NIST acknowledges the gap directly, identifying "inscrutability" as a challenge to AI risk measurement resulting from "the opaque nature of AI systems." IDAM audit logs satisfy transparency cleanly. For AI systems, explainability and interpretability are where the ground gets soft.

Worth knowing for the call: current federal AI procurement guidance (OMB M-25-22, dated April 2025; verify currency before citing in a meeting, as federal AI guidance has been turning over rapidly) defines explainability as "an agency's ability to provide evidence or reasons for system output" and directs agencies to prioritize "documentation that facilitates transparency and explainability." Documentation-based. Model cards and impact statements. The weights stay opaque.

Two meanings, one word

When your buyer says "we need explainability," they may mean the OMB definition, which is achievable with current tooling, or they may mean the IDAM-style definition, which requires solving an open research problem. Knowing which one they mean changes the entire conversation.

What you carry into the call

For a policy engine: yes, you can see how it decided. Completely. Down to the individual rule and attribute match.

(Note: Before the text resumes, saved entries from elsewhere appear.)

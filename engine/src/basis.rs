//! Basis matrices of the Gaussian model of one pulsar: Fourier (achromatic and chromatic),
//! the timing model, and ECORR epoch indicators.

use crate::constants::DM_REFERENCE_MHZ;
use crate::error::{Error, Result};
use crate::release::Pulsar;
use ndarray::Array2;
use std::f64::consts::PI;

/// Fourier basis (n x 2k), interleaved per frequency: column 2j is sin(2 pi f_j t), column
/// 2j+1 is cos(2 pi f_j t), t in seconds (Lentati et al. 2013).
pub fn fourier_basis(t: &[f64], freqs: &[f64]) -> Array2<f64> {
    let mut f = Array2::zeros((t.len(), 2 * freqs.len()));
    for (i, &ti) in t.iter().enumerate() {
        for (j, &fj) in freqs.iter().enumerate() {
            let (s, c) = (2.0 * PI * fj * ti).sin_cos();
            f[[i, 2 * j]] = s;
            f[[i, 2 * j + 1]] = c;
        }
    }
    f
}

/// One row of the Fourier basis on the uniform ladder f_j = j f_1 (j = 1..out.len()/2), in the
/// interleaved order of [`fourier_basis`], by the angle-addition recurrence
/// sin((j+1)x) = sin(jx) cos(x) + cos(jx) sin(x), cos((j+1)x) = cos(jx) cos(x) - sin(jx) sin(x)
/// (Abramowitz & Stegun 1964, 4.3.16-17): one sin_cos per TOA instead of one per frequency.
/// The rounding error grows about linearly with j, to ~1e-13 at j = 1000.
pub fn fourier_row_ladder(t: f64, f1: f64, out: &mut [f64]) {
    let (s1, c1) = (2.0 * PI * f1 * t).sin_cos();
    let (mut s, mut c) = (s1, c1);
    for pair in out.chunks_exact_mut(2) {
        pair[0] = s;
        pair[1] = c;
        (s, c) = (s * c1 + c * s1, c * c1 - s * s1);
    }
}

/// Rows of [`fourier_row_ladder`] for `LANES` TOAs at once: `out` holds `LANES` rows of
/// `width` (even) values one after the other. Each row is the same operations in the same
/// order as [`fourier_row_ladder`] (the same bytes); the rows' recurrences run side by side,
/// so the processor overlaps them instead of waiting on one chain of multiply-adds per row.
pub fn fourier_rows_ladder<const LANES: usize>(
    t: &[f64; LANES],
    f1: f64,
    width: usize,
    out: &mut [f64],
) {
    let mut s1 = [0.0; LANES];
    let mut c1 = [0.0; LANES];
    for l in 0..LANES {
        (s1[l], c1[l]) = (2.0 * PI * f1 * t[l]).sin_cos();
    }
    let (mut s, mut c) = (s1, c1);
    for j in (0..width).step_by(2) {
        for l in 0..LANES {
            out[l * width + j] = s[l];
            out[l * width + j + 1] = c[l];
            (s[l], c[l]) = (s[l] * c1[l] + c[l] * s1[l], c[l] * c1[l] - s[l] * s1[l]);
        }
    }
}

/// Row scale of the chromatic (DM) basis, (nu_ref / nu)^2 with nu_ref = 1400 MHz: the
/// cold-plasma delay D DM / nu^2 (Lorimer & Kramer 2004) relative to its value at nu_ref.
pub fn chromatic_scale(freq_mhz: &[f64]) -> Vec<f64> {
    freq_mhz
        .iter()
        .map(|&nu| (DM_REFERENCE_MHZ / nu).powi(2))
        .collect()
}

/// Chromatic Fourier basis: the Fourier basis with each row scaled by (nu_ref / nu_i)^2.
pub fn chromatic_basis(t: &[f64], freq_mhz: &[f64], freqs: &[f64]) -> Array2<f64> {
    let mut f = fourier_basis(t, freqs);
    for (mut row, s) in f.rows_mut().into_iter().zip(chromatic_scale(freq_mhz)) {
        row *= s;
    }
    f
}

/// The timing-model design matrix with unit-norm columns: the exported one if present,
/// else offset, spin and spin-down (1, t, t^2).
pub fn timing_model(p: &Pulsar, t: &[f64]) -> Result<Array2<f64>> {
    let mut m = match &p.design {
        Some(d) => d.values.clone(),
        None => {
            let mut m = Array2::zeros((t.len(), 3));
            for (i, &ti) in t.iter().enumerate() {
                m[[i, 0]] = 1.0;
                m[[i, 1]] = ti;
                m[[i, 2]] = ti * ti;
            }
            m
        }
    };
    for (k, mut col) in m.columns_mut().into_iter().enumerate() {
        let norm = col.dot(&col).sqrt();
        if !(norm.is_finite() && norm > 0.0) {
            let name = p
                .design
                .as_ref()
                .map_or_else(|| format!("column {k}"), |d| d.names[k].clone());
            return Err(Error::setting(
                "design_matrix",
                format!(
                    "pulsar {}: timing-model column {name} is zero or not finite",
                    p.label
                ),
            ));
        }
        col /= norm;
    }
    Ok(m)
}

/// Default grouping window of ECORR epochs: TOAs of one backend separated by at most this many
/// seconds belong to the same observing epoch.
pub const ECORR_EPOCH_GAP_S: f64 = 3600.0;

/// ECORR epochs: for each listed backend, groups of TOA indices (sorted by time) whose
/// consecutive gaps are at most `gap_s`. A single-TOA epoch is kept: its jitter still adds
/// ECORR^2 to that TOA's variance. Returns (backend index, TOA indices) per epoch.
pub fn ecorr_epochs(
    t: &[f64],
    backend: &[usize],
    use_backend: &[bool],
    gap_s: f64,
) -> Vec<(usize, Vec<usize>)> {
    let mut order: Vec<usize> = (0..t.len()).filter(|&i| use_backend[backend[i]]).collect();
    order.sort_by(|&a, &b| backend[a].cmp(&backend[b]).then(t[a].total_cmp(&t[b])));
    let mut epochs = Vec::new();
    let mut current: Vec<usize> = Vec::new();
    for &i in &order {
        if let Some(&last) = current.last() {
            if backend[last] != backend[i] || t[i] - t[last] > gap_s {
                epochs.push((backend[last], std::mem::take(&mut current)));
            }
        }
        current.push(i);
    }
    if !current.is_empty() {
        epochs.push((backend[current[0]], current));
    }
    epochs
}

#[cfg(test)]
mod tests {
    use super::*;

    #[test]
    fn fourier_columns_are_interleaved_sin_cos() {
        let t = [0.0, 0.25, 0.5];
        let f = fourier_basis(&t, &[1.0, 2.0]);
        assert!((f[[1, 0]] - 1.0).abs() < 1e-15); // sin(pi/2)
        assert!(f[[1, 1]].abs() < 1e-15); // cos(pi/2)
        assert!((f[[2, 3]] - 1.0).abs() < 1e-15); // cos(2 pi 2 0.5)
    }

    #[test]
    fn side_by_side_rows_are_the_single_rows() {
        // The lockstep form must give the bytes of the one-row form (no reference beyond it:
        // it is the same arithmetic reordered across rows only).
        let f1 = 1.0 / 3.2e8;
        let t = [0.0, 1.234e7, 2.9e8, 3.2e8];
        let width = 120;
        let mut rows = vec![0.0; 4 * width];
        fourier_rows_ladder(&t, f1, width, &mut rows);
        let mut one = vec![0.0; width];
        for (l, &tl) in t.iter().enumerate() {
            fourier_row_ladder(tl, f1, &mut one);
            let bits: Vec<u64> = one.iter().map(|v| v.to_bits()).collect();
            let lane: Vec<u64> = rows[l * width..(l + 1) * width]
                .iter()
                .map(|v| v.to_bits())
                .collect();
            assert_eq!(bits, lane, "row {l}");
        }
    }

    #[test]
    fn ladder_rows_match_the_direct_basis() {
        let t_span = 3.2e8;
        let freqs: Vec<f64> = (1..=60).map(|j| j as f64 / t_span).collect();
        let t: Vec<f64> = (0..50).map(|i| i as f64 * t_span / 49.0).collect();
        let f = fourier_basis(&t, &freqs);
        let mut row = vec![0.0; 120];
        for (i, &ti) in t.iter().enumerate() {
            fourier_row_ladder(ti, freqs[0], &mut row);
            for (j, v) in row.iter().enumerate() {
                assert!((v - f[[i, j]]).abs() < 1e-12, "row {i} column {j}");
            }
        }
    }

    #[test]
    fn epochs_group_by_backend_and_gap() {
        let t = [0.0, 10.0, 5000.0, 5001.0, 20.0, 9000.0];
        let b = [0, 0, 0, 0, 1, 1];
        let e = ecorr_epochs(&t, &b, &[true, true], 3600.0);
        assert_eq!(
            e,
            vec![(0, vec![0, 1]), (0, vec![2, 3]), (1, vec![4]), (1, vec![5])]
        );
        let e = ecorr_epochs(&t, &b, &[true, false], 3600.0);
        assert_eq!(e, vec![(0, vec![0, 1]), (0, vec![2, 3])]);
    }
}
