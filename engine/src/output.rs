//! Atomic output: every file is written to a temporary name in its folder and renamed into place,
//! so an interrupted or failed run never leaves a partial file behind.

use crate::error::{Error, Result};
use std::io::Write;
use std::path::{Path, PathBuf};

/// Create `dir` (and parents) if it does not exist.
pub fn ensure_dir(dir: &Path) -> Result<()> {
    std::fs::create_dir_all(dir).map_err(|e| Error::io(dir, e))
}

/// Write `bytes` to `path` atomically (temporary sibling, fsync, rename).
pub fn write_atomic(path: &Path, bytes: &[u8]) -> Result<()> {
    let dir = path.parent().filter(|p| !p.as_os_str().is_empty());
    if let Some(d) = dir {
        ensure_dir(d)?;
    }
    let tmp = temporary_name(path);
    let result = (|| -> std::io::Result<()> {
        let mut f = std::fs::File::create(&tmp)?;
        f.write_all(bytes)?;
        f.sync_all()?;
        std::fs::rename(&tmp, path)
    })();
    if let Err(e) = result {
        let _ = std::fs::remove_file(&tmp);
        return Err(Error::io(path, e));
    }
    Ok(())
}

/// Write a value as pretty JSON (with a final newline), atomically.
pub fn write_json<T: serde::Serialize>(path: &Path, value: &T) -> Result<()> {
    let mut text = serde_json::to_string_pretty(value).map_err(|e| Error::NonFinite {
        what: format!("{} ({e})", path.display()),
    })?;
    text.push('\n');
    write_atomic(path, text.as_bytes())
}

fn temporary_name(path: &Path) -> PathBuf {
    let name = path
        .file_name()
        .map(|n| n.to_string_lossy().into_owned())
        .unwrap_or_default();
    path.with_file_name(format!(".{name}.{}.tmp", std::process::id()))
}

/// Format a float so that it reads back to the same f64 (shortest round-trip form).
pub fn fmt_f64(x: f64) -> String {
    format!("{x:?}")
}

#[cfg(test)]
mod tests {
    use super::*;

    #[test]
    fn atomic_write_leaves_only_the_final_file() {
        let dir = std::env::temp_dir().join(format!("ptacorr-output-{}", std::process::id()));
        let path = dir.join("a.txt");
        write_atomic(&path, b"hello").unwrap();
        assert_eq!(std::fs::read(&path).unwrap(), b"hello");
        let names: Vec<_> = std::fs::read_dir(&dir)
            .unwrap()
            .map(|e| e.unwrap().file_name())
            .collect();
        assert_eq!(names.len(), 1, "temporary file left behind: {names:?}");
        std::fs::remove_dir_all(&dir).unwrap();
    }

    #[test]
    fn floats_round_trip() {
        for x in [1.0e-30, -0.1, 4.333333333333333, 12345.678] {
            assert_eq!(fmt_f64(x).parse::<f64>().unwrap(), x);
        }
    }
}
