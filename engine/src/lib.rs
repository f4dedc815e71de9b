//! ptacorr: the engine of a gravitational-wave search with a pulsar timing array. It reads a
//! release of timing residuals, reduces each pulsar once (Woodbury form, Fourier basis, timing
//! model marginalised), forms every pair's cross-correlation with the optimal statistic, and
//! compares them with the Hellings-Downs, monopole and dipole patterns.
//!
//! Data flow: [`release`] -> [`reduce`] -> [`optimal`] -> [`bins`] / [`analysis`].

// Index loops mirror the formulas they implement (sums over i, j); keep them.
#![allow(clippy::needless_range_loop)]

// Link the system OpenBLAS for ndarray's matrix products and LAPACK.
extern crate blas_src;
extern crate openblas_src;

pub mod analysis;
pub mod basis;
pub mod bin_covariance;
pub mod bins;
pub mod chains;
pub mod cluster;
pub mod common;
pub mod constants;
pub mod error;
pub mod gchisq;
pub mod hd_spread;
pub mod inject;
pub mod likelihood;
pub mod linalg;
pub mod nmos;
pub mod noise;
pub mod noise_fit;
pub mod null;
pub mod optimal;
pub mod orf;
pub mod output;
pub mod paircov;
pub mod per_frequency;
pub mod priors;
pub mod pvalue;
pub mod reduce;
pub mod release;
pub mod rng;
pub mod sampler;
pub mod scenario;
pub mod shard;
pub mod simulate;
pub mod sky;
pub mod spectrum;
#[doc(hidden)]
pub mod testing;
pub mod white_gram;
pub mod whiten;

pub use error::{Error, Result};

/// Program version recorded in every output's provenance.
pub const VERSION: &str = env!("CARGO_PKG_VERSION");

For a neural network: partially, through documentation and output logging. The internal mechanism is an active research problem. The best labs in the world are working on it with real but limited results. The theory of why deep networks work so well is itself incomplete. NIST recognizes this gap explicitly. Federal procurement guidance operationalizes explainability as documentation, not model internals.

You don't need to solve interpretability. You need to know it exists, know it's an inherent property of how these systems work rather than a vendor failure or a missing feature, and know the NIST language that frames it. That's enough to hold the conversation honestly.

Things to follow up on...

Anthropic's 2027 interpretability target: Dario Amodei's essay on the urgency of interpretability lays out Anthropic's public goal of reliably detecting most model problems through interpretability by 2027, and is worth reading for how a major provider frames its own limitations.
NIST AI 600-1 confabulation language: The Generative AI Profile defines twelve risk categories specific to generative AI, including confabulation, and uses vocabulary your buyer's CAIO office is likely adopting.
Reasoning models hiding their work: Anthropic's own 2025 research found that Claude 3.7 Sonnet only mentioned the actual reasoning hints it used 25% of the time, which means even the "chain of thought" output isn't a reliable window into what the model actually computed.
OMB's documentation-based explainability standard: OMB M-25-22 defines federal explainability requirements around documentation and impact statements rather than model internals, which is the operational definition your buyer's procurement office is working from.